**RECORDS TO PROCESS**
+++

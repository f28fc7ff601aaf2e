"""Start states that no start state of the other side goes with, since none has the same inputs."""

from __future__ import annotations

from collections.abc import Sequence

from settled.models.environment import Environment
from settled.models.logic import FALSE, TRUE, Expr, and_, evaluate, not_, rename, var
from settled.verify.limits import Limits
from settled.verify.never import Never
from settled.verify.settled_states import Settled
from settled.verify.stable_states import start_conditions


def lonely_start(sides: Sequence[Settled], rules: Sequence[Environment], limits: Limits) -> int | None:
    """A packed start state of the first side without a partner on the second; None when all have one.

    Each partner found is a partner under all inputs that leave its cut as it is; those are not looked at again.
    """
    one, two = sides
    mine, theirs = (begins(side, environment) for side, environment in zip(sides, rules, strict=True))
    left, right = Never(mine, limits), Never(theirs, limits)
    while left.solve([]):
        values = left.model([*one.circuit.inputs, *one.cut])
        if not right.solve([right.literal(var(x), values[x]) for x in one.circuit.inputs]):
            bits = evaluate([one.value[s] for s in one.circuit.signals], values)
            return sum(bit << i for i, bit in enumerate(bits))
        partner = {k: TRUE if v else FALSE for k, v in right.model(two.cut).items()}
        left.require(not_(and_(*rename(theirs, partner))))
    return None


def begins(side: Settled, environment: Environment) -> list[Expr]:
    """What is true of inputs and cut in start states."""
    return [*side.conditions, *map(side.in_rest, start_conditions(side.circuit, environment))]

+++

**EXERCISE AIM**
Restate the material word for word, leaving nothing out.

**ANSWER TO THIS EXERCISE**
repository f28fc7ff601aaf2e
"""Start states that no start state of the other side goes with, since none has the same inputs."""

from __future__ import annotations

from collections.abc import Sequence

from settled.models.environment import Environment
from settled.models.logic import FALSE, TRUE, Expr, and_, evaluate, not_, rename, var
from settled.verify.limits import Limits
from settled.verify.never import Never
from settled.verify.settled_states import Settled
from settled.verify.stable_states import start_conditions


def lonely_start(sides: Sequence[Settled], rules: Sequence[Environment], limits: Limits) -> int | None:
    """A packed start state of the first side without a partner on the second; None when all have one.

    Each partner found is a partner under all inputs that leave its cut as it is; those are not looked at again.
    """
    one, two = sides
    mine, theirs = (begins(side, environment) for side, environment in zip(sides, rules, strict=True))
    left, right = Never(mine, limits), Never(theirs, limits)
    while left.solve([]):
        values = left.model([*one.circuit.inputs, *one.cut])
        if not right.solve([right.literal(var(x), values[x]) for x in one.circuit.inputs]):
            bits = evaluate([one.value[s] for s in one.circuit.signals], values)
            return sum(bit << i for i, bit in enumerate(bits))
        partner = {k: TRUE if v else FALSE for k, v in right.model(two.cut).items()}
        left.require(not_(and_(*rename(theirs, partner))))
    return None


def begins(side: Settled, environment: Environment) -> list[Expr]:
    """What is true of inputs and cut in start states."""
    return [*side.conditions, *map(side.in_rest, start_conditions(side.circuit, environment))]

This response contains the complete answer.